▸ **What is required**:
Only the lines from the one containing "manager.open_dialog()" through the end of the data belong in the answer; reproduce them exactly.

▸ **Supplied data**:
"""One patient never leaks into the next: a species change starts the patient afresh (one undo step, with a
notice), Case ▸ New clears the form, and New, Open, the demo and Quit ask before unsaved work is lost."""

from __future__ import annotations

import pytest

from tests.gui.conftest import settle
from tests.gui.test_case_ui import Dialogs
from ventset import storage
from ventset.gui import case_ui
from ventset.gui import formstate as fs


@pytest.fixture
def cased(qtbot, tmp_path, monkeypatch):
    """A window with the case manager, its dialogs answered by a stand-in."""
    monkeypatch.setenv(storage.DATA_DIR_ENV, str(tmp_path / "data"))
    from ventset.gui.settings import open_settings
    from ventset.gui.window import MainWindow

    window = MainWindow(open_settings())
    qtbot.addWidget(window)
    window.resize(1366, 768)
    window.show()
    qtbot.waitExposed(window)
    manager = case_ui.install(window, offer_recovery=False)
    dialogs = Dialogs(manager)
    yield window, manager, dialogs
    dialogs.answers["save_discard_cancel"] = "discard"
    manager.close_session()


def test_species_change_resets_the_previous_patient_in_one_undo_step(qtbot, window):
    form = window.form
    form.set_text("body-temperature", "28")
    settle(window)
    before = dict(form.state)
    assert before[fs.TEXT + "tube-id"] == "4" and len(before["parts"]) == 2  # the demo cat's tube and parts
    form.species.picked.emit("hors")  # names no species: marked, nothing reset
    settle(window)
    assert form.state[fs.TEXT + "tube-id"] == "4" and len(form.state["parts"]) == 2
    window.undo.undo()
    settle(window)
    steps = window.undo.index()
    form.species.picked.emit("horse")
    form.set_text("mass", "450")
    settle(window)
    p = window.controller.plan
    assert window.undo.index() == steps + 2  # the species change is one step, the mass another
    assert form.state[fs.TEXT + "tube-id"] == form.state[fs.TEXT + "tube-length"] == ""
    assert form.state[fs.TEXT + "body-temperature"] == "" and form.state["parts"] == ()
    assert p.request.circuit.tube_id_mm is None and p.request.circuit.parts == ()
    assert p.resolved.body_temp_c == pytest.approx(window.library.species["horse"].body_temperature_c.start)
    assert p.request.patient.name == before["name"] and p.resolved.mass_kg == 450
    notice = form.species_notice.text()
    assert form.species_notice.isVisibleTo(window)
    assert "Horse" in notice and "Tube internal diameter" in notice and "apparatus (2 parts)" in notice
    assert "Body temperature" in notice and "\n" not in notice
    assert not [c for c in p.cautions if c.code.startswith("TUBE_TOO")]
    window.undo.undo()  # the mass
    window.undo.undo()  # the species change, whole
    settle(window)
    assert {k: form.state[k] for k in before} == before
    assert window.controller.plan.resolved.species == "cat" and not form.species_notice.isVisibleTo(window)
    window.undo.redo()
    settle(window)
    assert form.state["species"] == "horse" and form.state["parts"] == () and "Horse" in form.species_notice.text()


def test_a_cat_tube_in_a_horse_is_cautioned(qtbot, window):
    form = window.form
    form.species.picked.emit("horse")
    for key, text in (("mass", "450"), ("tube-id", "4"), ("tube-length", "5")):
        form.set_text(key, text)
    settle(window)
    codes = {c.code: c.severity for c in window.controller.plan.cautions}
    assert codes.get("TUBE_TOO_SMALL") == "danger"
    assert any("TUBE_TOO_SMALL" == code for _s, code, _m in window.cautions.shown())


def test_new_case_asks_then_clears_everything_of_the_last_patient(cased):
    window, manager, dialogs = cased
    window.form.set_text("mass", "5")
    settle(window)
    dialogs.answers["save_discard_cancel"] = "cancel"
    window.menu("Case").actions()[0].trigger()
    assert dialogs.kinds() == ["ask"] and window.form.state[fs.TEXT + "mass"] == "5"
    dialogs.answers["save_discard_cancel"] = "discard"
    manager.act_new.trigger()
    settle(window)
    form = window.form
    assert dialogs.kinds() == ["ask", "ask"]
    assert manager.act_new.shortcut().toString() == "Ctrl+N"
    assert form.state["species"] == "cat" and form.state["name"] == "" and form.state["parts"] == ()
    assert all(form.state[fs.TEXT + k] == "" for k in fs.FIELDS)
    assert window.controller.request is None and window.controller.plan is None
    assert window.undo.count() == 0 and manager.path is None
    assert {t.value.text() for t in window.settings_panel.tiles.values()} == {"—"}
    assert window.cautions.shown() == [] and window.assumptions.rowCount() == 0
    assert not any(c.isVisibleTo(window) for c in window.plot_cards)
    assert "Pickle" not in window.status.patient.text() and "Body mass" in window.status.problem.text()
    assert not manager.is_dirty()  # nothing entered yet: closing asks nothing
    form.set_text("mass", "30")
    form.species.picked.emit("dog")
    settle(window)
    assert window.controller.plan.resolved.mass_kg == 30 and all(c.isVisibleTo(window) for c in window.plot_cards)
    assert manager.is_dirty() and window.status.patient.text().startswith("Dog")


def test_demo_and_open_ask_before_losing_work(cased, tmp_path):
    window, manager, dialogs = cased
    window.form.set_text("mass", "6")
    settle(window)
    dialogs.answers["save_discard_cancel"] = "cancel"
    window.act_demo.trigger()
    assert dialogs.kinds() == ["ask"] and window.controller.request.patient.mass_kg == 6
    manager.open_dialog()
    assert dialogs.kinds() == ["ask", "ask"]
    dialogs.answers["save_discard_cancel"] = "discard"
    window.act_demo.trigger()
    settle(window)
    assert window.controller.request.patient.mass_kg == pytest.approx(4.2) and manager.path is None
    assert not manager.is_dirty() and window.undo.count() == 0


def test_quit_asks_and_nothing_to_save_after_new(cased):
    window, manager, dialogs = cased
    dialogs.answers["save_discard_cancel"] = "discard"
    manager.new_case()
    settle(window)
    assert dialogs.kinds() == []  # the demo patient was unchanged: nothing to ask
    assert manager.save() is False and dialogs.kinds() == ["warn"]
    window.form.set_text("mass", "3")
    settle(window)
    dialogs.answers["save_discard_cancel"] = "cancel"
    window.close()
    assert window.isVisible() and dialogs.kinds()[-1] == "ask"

▸ **Exercise solution**:
    manager.open_dialog()
    assert dialogs.kinds() == ["ask", "ask"]
    dialogs.answers["save_discard_cancel"] = "discard"
    window.act_demo.trigger()
    settle(window)
    assert window.controller.request.patient.mass_kg == pytest.approx(4.2) and manager.path is None
    assert not manager.is_dirty() and window.undo.count() == 0


def test_quit_asks_and_nothing_to_save_after_new(cased):
    window, manager, dialogs = cased
    dialogs.answers["save_discard_cancel"] = "discard"
    manager.new_case()
    settle(window)
    assert dialogs.kinds() == []  # the demo patient was unchanged: nothing to ask
    assert manager.save() is False and dialogs.kinds() == ["warn"]
    window.form.set_text("mass", "3")
    settle(window)
    dialogs.answers["save_discard_cancel"] = "cancel"
    window.close()
    assert window.isVisible() and dialogs.kinds()[-1] == "ask"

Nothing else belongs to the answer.